- [WORK TO COMPLETE]: Among the lines below, take the one holding "import org.exitance.thermal.MemoryEstimate;", the one holding "linear algebra used", and all lines between them. Set them down exactly.

━━━━━ AVAILABLE DATA

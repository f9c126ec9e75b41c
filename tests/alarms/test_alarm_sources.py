"""Data gaps in the alarm layer: a source down versus a sensor silent, stale alarms, the durable history.

Practice (FIELD_NOTES §7, ANSI/ISA-18.2-2016): loss of the data path is a communication fault of the source,
annunciated once, neither a machine alarm nor a transducer fault; an active or unacknowledged alarm keeps its
state through the loss and returns to normal only on a good value.  ISO 20816-3 group 2 rigid (FIELD_NOTES §1):
B/C 2.8, C/D 4.5 mm/s r.m.s.
"""

from __future__ import annotations

import json
from dataclasses import replace
from pathlib import Path
from typing import Any

import pytest
from alarmkit import alarm_layer, frame_result, started_layer
from prometheus_client import CollectorRegistry

from edgevib.daemon.alarms.engine import AlarmLayer
from edgevib.daemon.alarms.feed import ALARM_TYPE, SENSOR_TYPE, SOURCE_DOWN_TYPE, SOURCE_UP_TYPE
from edgevib.daemon.config import Config, parse_config
from edgevib.daemon.frames import Stats
from edgevib.daemon.sinks.prometheus import PrometheusSink
from edgevib.pipelines.machine_state import MachineState

POINTS = ("P-101-DE-H", "P-101-NDE-H")
T0 = 1_780_000_000.0  # frame times: Unix seconds in 2026 (the history keeps [alarms] history_days of them)
RUNNING = MachineState(state="running", since_s=T0)  # the state the daemon's tracker attaches


def two_points(state_dir: Path) -> Config:
    """Pump P-101 (group 2, rigid) with two points on one source, ``plant``."""
    doc: dict[str, Any] = {
        "site": {"name": "quarry-lane", "state_dir": str(state_dir)},
        "analysis": {"frame_samples": 8192, "overlap": 0.0},
        "sources": [{"name": "plant", "type": "simulated", "scenario": "demo"}],
        "machines": [{"id": "P-101", "group": 2, "support": "rigid", "speed_rpm": 1485.0}],
        "points": [{"id": pid, "machine": "P-101", "axis": "horizontal", "source": "plant",
                    "sensor": f"S-{pid}", "fs_hz": 12800.0, "block_samples": 4096} for pid in POINTS],
        "alarms": {"startup_grace_s": 0.0, "on_delay_frames": 2, "off_delay_frames": 2},
    }
    return parse_config(doc, state_dir)


class Clock:
    """A monotonic clock the test moves by hand."""

    def __init__(self) -> None:
        self.t = 1000.0

    def __call__(self) -> float:
        return self.t


async def make_layer(cfg: Config, clock: Clock, events: list[dict[str, Any]], **seams: Any) -> AlarmLayer:
    # sources tracked as in the daemon
    layer, _ = await started_layer(cfg, events=events, monotonic=clock, tracks_sources=True, **seams)
    return layer


async def tick(layer: AlarmLayer) -> None:
    await layer.tick()


async def frames(layer: AlarmLayer, clock: Clock, t0: float, values: dict[str, list[float]]) -> None:
    n = max(len(v) for v in values.values())
    for i in range(n):
        clock.t += 0.64
        batch = [frame_result(pid, "P-101", T0 + t0 + 0.64 * i, v[i], seed=i, machine_state=RUNNING)
                 for pid, v in values.items() if i < len(v)]
        await layer.on_frames(batch)


def of_type(events: list[dict[str, Any]], *types: str) -> list[dict[str, Any]]:
    return [e for e in events if e["type"] in types]


async def test_source_down_is_one_event_and_keeps_an_unacknowledged_danger(short_tmp: Path) -> None:
    clock, events = Clock(), []
    cfg = two_points(short_tmp)
    layer = await make_layer(cfg, clock, events)
    try:
        layer.on_source("plant", True)
        await tick(layer)
        await frames(layer, clock, 100.0, {POINTS[0]: [6.0] * 3, POINTS[1]: [1.0] * 3})  # danger: > C/D 4.5
        assert layer.state_text(POINTS[0]) == "DANGER velocity_rms_mm_s"
        layer.on_source("plant", False)
        for _ in range(120):  # two minutes of outage, one tick a second
            clock.t += 1.0
            await tick(layer)
        down = of_type(events, SOURCE_DOWN_TYPE)
        assert len(down) == 1 and down[0]["subject"] == "plant"
        assert down[0]["data"]["points"] == list(POINTS) and down[0]["data"]["reason"] == "connection lost"
        assert down[0]["data"]["stale_alarms"] == [{"point": POINTS[0], "indicator": "velocity_rms_mm_s",
                                                    "alarm_state": "unacknowledged", "severity": "danger"}]
        assert of_type(events, SENSOR_TYPE) == []
        row = layer.snapshot(POINTS[0])["alarms"][0]
        assert (row["state"], row["severity"], row["stale"]) == ("unacknowledged", "danger", "source-down")
        assert layer.state_text(POINTS[0]) == "DANGER velocity_rms_mm_s (stale: source-down)"
        _topic, body = layer.state_messages()[POINTS[0]]
        assert b'"stale":"source-down"' in body and b'"state":"danger"' in body
        layer.on_source("plant", True)
        await tick(layer)
        up = of_type(events, SOURCE_UP_TYPE)
        assert len(up) == 1 and up[0]["data"]["down_for_s"] == pytest.approx(0.0, abs=5.0)
        # Fresh frames: the danger is judged again (still unacknowledged), then clears on good values.
        await frames(layer, clock, 300.0, {POINTS[0]: [6.0], POINTS[1]: [1.0]})
        row = layer.snapshot(POINTS[0])["alarms"][0]
        assert (row["state"], row["severity"], row["stale"]) == ("unacknowledged", "danger", None)
        await frames(layer, clock, 301.0, {POINTS[0]: [1.0, 1.0], POINTS[1]: [1.0, 1.0]})
        cleared = [e["data"] for e in of_type(events, ALARM_TYPE) if e["data"]["transition"] == "cleared"]
        assert [(d["value"], d["alarm_state"]) for d in cleared] == [(1.0, "rtn-unacknowledged")]
        assert len(of_type(events, SOURCE_DOWN_TYPE, SOURCE_UP_TYPE)) == 2 and of_type(events, SENSOR_TYPE) == []
    finally:
        await layer.stop()


async def test_source_down_survives_a_restart(short_tmp: Path) -> None:
    clock, events = Clock(), []
    cfg = two_points(short_tmp)
    layer = await make_layer(cfg, clock, events)
    layer.on_source("plant", True)
    await frames(layer, clock, 100.0, {POINTS[0]: [6.0] * 3, POINTS[1]: [1.0] * 3})
    layer.on_source("plant", False)
    await tick(layer)
    await layer.stop()  # as after a crash: nothing more is written on the way down
    layer = await make_layer(cfg, clock, events)  # the source is still unreachable
    try:
        for _ in range(60):
            clock.t += 1.0
            await tick(layer)
        assert len(of_type(events, SOURCE_DOWN_TYPE)) == 1 and of_type(events, SENSOR_TYPE) == []
        row = layer.snapshot(POINTS[0])["alarms"][0]
        assert (row["state"], row["severity"], row["stale"]) == ("unacknowledged", "danger", "source-down")
        layer.on_source("plant", True)
        await tick(layer)
        assert len(of_type(events, SOURCE_UP_TYPE)) == 1
    finally:
        await layer.stop()
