def build_parser() -> argparse.ArgumentParser:
    p = argparse.ArgumentParser(prog="python -m edgevib.bench.daemon", description=__doc__.split("\n\n")[0])
    p.add_argument("--channels", type=_channels, default=[200],
                   help="channel count, or a comma-separated list of counts to run one after another (default 200)")
    p.add_argument("--instances", type=int, default=1,
                   help="daemon instances sharing the channels by hash shards, each in its own process (default 1)")
    p.add_argument("--seconds", type=float, default=20.0, help="measurement window per level (default 20)")
    p.add_argument("--warmup", type=float, default=3.0, help="seconds of streaming before measuring (default 3)")
    p.add_argument("--overlap", type=float, default=0.0, help="frame overlap 0 <= x < 1 (default 0)")
    p.add_argument("--publishers", type=int, default=2, help="publisher processes (default 2)")
    p.add_argument("--qos", type=int, choices=(0, 1), default=0)
    p.add_argument("--seed", type=int, default=1)
    p.add_argument("--plans", type=int, default=1, metavar="K",
                   help="distinct bearing geometries cycled over the points, hence K analysis plans (default 1: "
                        "every point on one plan; a plant's points differ, and the daemon batches them alike)")
    p.add_argument("--estimated", action="store_true",
                   help="machines without a fixed speed (speed_range_rpm 900-3000): every frame's shaft speed is "
                        "estimated from its spectrum, as for variable-speed drives without a speed tag")
    p.add_argument("--cpu", type=int, default=None,
                   help="pin the daemon instance's process to this CPU core (instance i to core N+i)")
    p.add_argument("--without-alarms", action="store_true",
                   help="diagnostic: run the daemon without its alarm layer (to see what the alarm layer costs)")
    p.add_argument("--danger", action="store_true",
                   help="every pump in ISO zone D from the start: an alarm and a waveform capture on every point "
                        "at once (default: zone B, the alarm layer judging every frame and raising nothing)")
    p.add_argument("--uvloop", action="store_true",
                   help="diagnostic: run the daemon on uvloop's event loop (needs uvloop installed)")
    p.add_argument("--keep-freed-memory", action="store_true",
                   help="diagnostic: the daemon's glibc keeps freed memory for reuse instead of faulting it in "
                        "again (mallopt; see keep_freed_memory)")
    p.add_argument("--switch-interval", type=float, default=None, metavar="S",
                   help="diagnostic: the daemon's interpreter switch interval in seconds (sys.setswitchinterval; "
                        "Python's default 0.005): how long a thread, the event loop after a system call included, "
                        "may wait for the interpreter lock while another thread runs Python code")
    p.add_argument("--json", action="store_true", help="print JSON rows and a summary instead of a table")
    return p
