def _read_csv(path: Path, channel: int | None) -> Waveform:
    try:
        text = path.read_text(encoding="utf-8", errors="strict")
    except UnicodeDecodeError:
        raise InputError(f"{path} is not a UTF-8 text (CSV) file") from None
    lines = [ln.strip() for ln in text.splitlines() if ln.strip() and not ln.lstrip().startswith("#")]
    if not lines:
        raise InputError(f"CSV file {path} holds no data")
    delimiter: str | None = None
    sample = lines[:5] + lines[-1:]
    for cand in (",", ";", "\t"):
        if any(cand in ln for ln in sample):
            delimiter = cand
            break

    def parse(line: str) -> list[float]:
        fields = line.split(delimiter) if delimiter else line.split()
        return [float(f) for f in fields if f.strip() != ""]

    rows: list[list[float]] = []
    for i, line in enumerate(lines):
        try:
            rows.append(parse(line))
        except ValueError:
            if i == 0:
                continue  # a header line
            raise InputError(f"CSV file {path}: line {i + 1} is not numeric: {line[:60]!r}") from None
    if not rows:
        raise InputError(f"CSV file {path} holds no numeric rows")
    width = len(rows[0])
    bad = next((i for i, r in enumerate(rows) if len(r) != width), None)
    if bad is not None:
        raise InputError(f"CSV file {path}: row {bad + 1} has {len(rows[bad])} columns, the first has {width}")
    data = np.asarray(rows, dtype=np.float64)
    x, which = _pick_column(data if width > 1 else data[:, 0], channel, f"CSV file {path}")
    return Waveform(x, None, source=which)


def _read_mat(path: Path, var: str | None, channel: int | None) -> Waveform:
    from scipy.io import loadmat

    try:
        mat = loadmat(path)
    except NotImplementedError:
        raise InputError(f"{path} is a MATLAB v7.3 (HDF5) file; save it with -v7 or export the signal as .npy") \
            from None
    except Exception as exc:  # malformed files raise ValueError, TypeError, struct errors…
        raise InputError(f"cannot read {path} as a MATLAB .mat file: {exc}") from None
    variables = {k: v for k, v in mat.items() if not k.startswith("__")}
    numeric = {k: np.asarray(v) for k, v in variables.items()
               if isinstance(v, np.ndarray) and v.dtype.kind in "iuf"}
    listing = ", ".join(f"{k} {tuple(np.shape(v))}" for k, v in variables.items()) or "none"
    if var is not None:
        if var not in variables:
            raise InputError(f"{path} has no variable {var!r}; variables: {listing}")
        if var not in numeric:
            raise InputError(f"variable {var!r} in {path} is not a numeric array")
        name = var
    else:
        vectors = [k for k, v in numeric.items() if v.size > 1 and sum(d > 1 for d in v.shape) == 1]
        de = [k for k in vectors if k.endswith("_DE_time")]
        if len(de) == 1:
            name = de[0]
        elif len(vectors) == 1:
            name = vectors[0]
        else:
            raise InputError(f"{path}: choose the signal with --var NAME; variables: {listing}")
    data = numeric[name]
    if sum(d > 1 for d in data.shape) <= 1:
        data = data.reshape(-1)
    elif data.ndim == 2 and data.shape[0] < data.shape[1]:
        data = data.T
    x, which = _pick_column(data, channel, f"variable {name!r}")
    fs = None
    for fs_name in _FS_NAMES:
        if fs_name in numeric and numeric[fs_name].size == 1:
            fs = float(numeric[fs_name].reshape(-1)[0])
            break
    rpm, rpm_source = None, ""
    rpm_vars = [k for k, v in numeric.items() if k.upper().endswith("RPM") and v.size == 1]
    if len(rpm_vars) == 1:
        rpm, rpm_source = float(numeric[rpm_vars[0]].reshape(-1)[0]), f"file variable {rpm_vars[0]}"
    source = f"variable {name}" + ("" if which.endswith("of 1") else f", {which}")
    return Waveform(x.astype(np.float64), fs, rpm=rpm, source=source, rpm_source=rpm_source)


def read_waveform(path: Path, *, var: str | None = None, channel: int | None = None,
                  full_scale: float = 1.0) -> Waveform:
    """Read one channel of a recorded waveform (see the module docstring for the formats)."""
    if not path.exists():
        raise InputError(f"file {path} not found")
    if path.is_dir():
        raise InputError(f"{path} is a directory, not a waveform file")
    suffix = path.suffix.lower()
    if suffix not in FORMATS:
        raise InputError(f"unknown format {suffix or '(no extension)'!r} of {path}; expected one of "
                         f"{', '.join(FORMATS)}")
    if var is not None and suffix != ".mat":
        raise InputError("--var applies to MATLAB .mat files only")
    try:
        with path.open("rb"):
            pass
    except OSError as exc:
        raise InputError(f"cannot read {path}: {exc.strerror or exc}") from None
    if suffix == ".wav":
        return _read_wav(path, channel, full_scale)
    if suffix == ".npy":
        return _read_npy(path, channel)
    if suffix == ".mat":
        return _read_mat(path, var, channel)
    return _read_csv(path, channel)
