* ``--time-column SPEC`` — from the CSV file's first data row: ``N`` (a column of seconds; values above 10⁹ are
  Unix time, smaller ones count from ``--start``) or ``H,M,S[,US]`` (hour, minute, second and microsecond
  columns of a clock, the date from ``--start``, a new day when the clock goes back);
  without ``--start`` a clock goes on the first file's own date (UTC; from the date in its name, else its
  modification time), never on 1970-01-01;
* ``--interval S`` — the files in name order, S seconds apart; when every name carries a number (``acc_00017``),
  the time is (number − first number) × S, so a thinned-out set keeps its true spacing;
* ``--time-from-name`` — a date and time written in the name: ``20261201T223204Z`` (edgevib's captures and the
  simulator's snapshots), ``2026-12-01T22:32:04``, ``2003.10.22.12.06.24``;
* ``--mtime`` — the files' modification times.

Without any of them: the names' date and time when every name has one, else the modification times.

Every snapshot is analysed like ``analyze`` does with the same options (``--fs``, ``--rpm``, ``--bearing``,
``--column``…), judged running or stopped by the daemon's rule of thumb (velocity r.m.s. above 0.2 mm/s, a given
speed above 60 r/min; a speed recorded in the file decides alone, as a speed tag does), recorded in a history file
(a temporary one unless ``--history FILE``) and, for every trended indicator, assessed like the daemon does
(:func:`edgevib.daemon.trendwatch.evaluate`).  Trended: every indicator with a ``--limit NAME=VALUE``, velocity
r.m.s. when ``--group``/``--support`` give ISO zones, and each ``--indicator NAME``; velocity r.m.s. when none is
given.

``--json`` prints one JSON object per snapshot: ``index``, ``file``, ``time`` (RFC 3339), ``t_s``, ``state``,
``indicators``, ``limits`` (per limit: ``indicator``, ``label``, ``value``, ``status``, ``eta_s``, ``eta_low_s``,
``eta_high_s`` — null when not rising), ``trend`` (per indicator: ``status``, ``need``, ``level``,
``slope_per_day``, ``rising``, ``model``, ``advice``).  Otherwise a progress bar on a terminal and, at the end,
the chart of each trended indicator.  A file that cannot be read is reported on stderr and skipped (counted), and
so is a file whose ``--time-column`` gives no time and a text snapshot whose length differs from the run's most
common one (found on the first 64 snapshots in time order): a cut or partial snapshot is never mixed into the trend
(recordings in WAV, .mat or .npy files are taken at any length: their readers refuse a truncated file).  A
text snapshot whose last line is cut (no line break at its end, unlike the run's other files) loses that line,
with a note.  Exit code 2 when nothing could be replayed or an option is wrong.
"""

from __future__ import annotations

import argparse
import glob
import json
import math
import re
import sys
import tempfile
import time
from collections.abc import Callable, Iterator
from dataclasses import dataclass, field
from datetime import UTC, datetime
from pathlib import Path
from typing import Any
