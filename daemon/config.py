"""The daemon's configuration: one TOML file declared as pydantic models (annotated example:
``config/example-plant.toml``; reference: README "Configuration reference").

Each table is a frozen model whose field names are the TOML keys; ranges, choices and required keys are declared
on the fields, rules that tie a table's keys together in its validator.  :func:`load_config` /
:func:`parse_config` then resolve what needs the whole file — references between tables (a point's machine and
source), defaults that depend on other tables (a point's frame length, its envelope band, client ids), file paths
— check every point's analysis plan once with the numerical core (``make_plan`` decides feasibility), and resolve
the alarm layer's settings.  Every problem is a :class:`~edgevib.daemon.interfaces.ConfigError` naming the dotted
key path (``points[1].envelope_band_hz``), the value and the allowed range; an unknown key says which key was
meant.  :func:`config_to_document` and :func:`dump_toml` print the resolved configuration so that it loads back to
the same configuration.

Secrets are never read from the TOML itself: ``NAME_file`` / ``NAME_env`` keys give a :class:`Secret` that only
reveals its value on request.  File paths (``*_file`` keys, ``site.state_dir``, the alarm layer's socket and
capture directory) may use ``${CREDENTIALS_DIRECTORY}`` and ``${STATE_DIRECTORY}`` (systemd ``LoadCredential=`` /
``StateDirectory=``; the first entry of a colon-separated list); no other variable is expanded.  Outside the unit
those are unset, and a credential under an unset ``${CREDENTIALS_DIRECTORY}`` or under ``/run/credentials/`` cannot
exist yet: loading then records the problem in ``Config.deferred`` instead of failing, ``check-config`` prints it
as a warning and :func:`verify_for_run` turns it into an error when the daemon starts.

Ids that end up in MQTT topics and OPC UA node ids (site name, machine and point ids) use a portable character
set (:data:`ID_CHARACTERS`): see :func:`check_id` for which brokers restrict what.

This module never imports the numerical core at import time (the simulator builds its emitted configuration with
these models and must not load ``edgevib.pipelines``); plan checks import it when a configuration is loaded.
"""

from __future__ import annotations

import contextlib
import difflib
import hashlib
import math
import os
import re
import tomllib
from collections.abc import Callable, Iterator, Mapping
from dataclasses import dataclass
from pathlib import Path
from typing import TYPE_CHECKING, Annotated, Any, ClassVar, Literal
from urllib.parse import quote, urlsplit
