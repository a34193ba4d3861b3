package org.exitance.bench;

import java.util.Arrays;
import java.util.List;
import org.exitance.bands.ExternalAbsorption;
import org.exitance.model.RadiationCase;
import org.exitance.result.SolveResult;
import org.exitance.result.SolverReport;
import org.exitance.thermal.MemoryEstimate;
import org.exitance.thermal.SolverChoice;
import org.exitance.thermal.TemperatureSolver;

/**
 * Times the temperature solve of the closed-box models ({@link BoxModels}, invented data) at one
 * size and band count: the median wall time of several runs, the process CPU time per run, the
 * JVM's peak heap against the memory estimate, Newton steps, Jacobian–vector products and passes
 * over F; and the growth exponent fitted over several sizes.
 */
public final class BenchRun {
    private BenchRun() {
    }

    /**
     * One measured (or skipped) size.
     *
     * @param facets          N = 6c²
     * @param unknown         unknown-temperature facets (every third)
     * @param bands           bands
     * @param strategy        the linear algebra used ("direct", "newton-krylov", "iterative")
     * @param medianSeconds   median wall time of the runs (s); NaN when skipped
     * @param minSeconds      shortest run (s); NaN when skipped
     * @param cpuSeconds      process CPU time per run (s): the work, also on a shared machine
     * @param peakHeapBytes   the JVM's peak heap during the last run (bytes)
     * @param estimateBytes   {@link MemoryEstimate} of the solve (bytes)
     * @param newtonSteps     Newton steps of the last run, every band set counted
     * @param products        Jacobian–vector products of the last run
     * @param passes          passes over F of the last run (RadiationOperator#passes)
     * @param balanceW        energy balance of the last run (W)
     * @param skipped         whether the size was skipped because its estimate exceeds the heap
     */
    public record Point(int facets, int unknown, int bands, String strategy, double medianSeconds, double minSeconds,
                        double cpuSeconds, long peakHeapBytes, long estimateBytes, int newtonSteps, int products,
                        double passes, double balanceW, boolean skipped) {
    }

    /** The facets of the box nearest to {@code size} (6c²). */
    public static int facets(int size) {
        int c = BoxModels.cellsFor(size);
        return 6 * c * c;
    }

    /**
     * Runs one size.
     *
     * @param size       about this many facets
     * @param bands      bands (1: gray)
     * @param choice     the linear algebra, or null for the default rule
     * @param runs       runs, at least 1 (the median is reported)
     * @param heapBytes  the heap the solve may use: a size whose estimate exceeds it is skipped
     *                   without building its model
     */
    public static Point run(int size, int bands, SolverChoice choice, int runs, long heapBytes) {
        int n = facets(size);
        int m = (n + 2) / 3;
        SolverChoice how = choice != null ? choice : SolverChoice.forCase(n, m, bands, false, heapBytes);
        long estimate = MemoryEstimate.bytes(n, m, bands, how);
        if (estimate > heapBytes) {
            return new Point(n, m, bands, how.label(), Double.NaN, Double.NaN, Double.NaN, 0, estimate, 0, 0, 0, 0,
                    true);
        }
        RadiationCase rc = BoxModels.box(size, bands);
        double[] times = new double[runs];
        SolveResult last = null;
        long cpu0 = cpuNanos();
        for (int r = 0; r < runs; r++) {
            System.gc();
            long t0 = System.nanoTime();
            last = new TemperatureSolver(rc, how, ExternalAbsorption.SOURCE_SPECTRUM).solve(rc.bands());
            times[r] = (System.nanoTime() - t0) * 1e-9;
        }
        double cpu = (cpuNanos() - cpu0) * 1e-9 / runs;
        double[] sorted = times.clone();
        Arrays.sort(sorted);
        SolverReport s = last.solver();
        return new Point(n, m, bands, s.strategy(), sorted[runs / 2], sorted[0], cpu, s.peakHeapBytes(),
                s.estimatedBytes(), s.newtonIterations(), s.krylovProducts(), s.operatorPasses(),
                last.energyBalanceW(), false);
    }

    /**
     * The least-squares slope p of log(median time) against log N over the measured points
     * (time ~ N^p), or NaN with fewer than two measured sizes.
     *
     * @param points  not modified; skipped points are left out
     */
    public static double exponent(List<Point> points) {
        double sx = 0;
        double sy = 0;
        double sxx = 0;
        double sxy = 0;
        int k = 0;
        for (Point p : points) {
            if (p.skipped() || !(p.medianSeconds() > 0)) {
                continue;
            }
            double x = Math.log(p.facets());
            double y = Math.log(p.medianSeconds());
            sx += x;
            sy += y;
            sxx += x * x;
            sxy += x * y;
            k++;
        }
        double den = k * sxx - sx * sx;
        return k >= 2 && den > 0 ? (k * sxy - sx * sy) / den : Double.NaN;
    }

    /** CPU time of the whole process so far (ns). */
    static long cpuNanos() {
        java.lang.management.OperatingSystemMXBean os = java.lang.management.ManagementFactory.getOperatingSystemMXBean();
        return os instanceof com.sun.management.OperatingSystemMXBean sun ? sun.getProcessCpuTime() : 0L;
    }
}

━━━━━━━━━━

- [ANSWER SPACE]:
import org.exitance.thermal.MemoryEstimate;
import org.exitance.thermal.SolverChoice;
import org.exitance.thermal.TemperatureSolver;

/**
 * Times the temperature solve of the closed-box models ({@link BoxModels}, invented data) at one
 * size and band count: the median wall time of several runs, the process CPU time per run, the
 * JVM's peak heap against the memory estimate, Newton steps, Jacobian–vector products and passes
 * over F; and the growth exponent fitted over several sizes.
 */
public final class BenchRun {
    private BenchRun() {
    }

    /**
     * One measured (or skipped) size.
     *
     * @param facets          N = 6c²
     * @param unknown         unknown-temperature facets (every third)
     * @param bands           bands
     * @param strategy        the linear algebra used ("direct", "newton-krylov", "iterative")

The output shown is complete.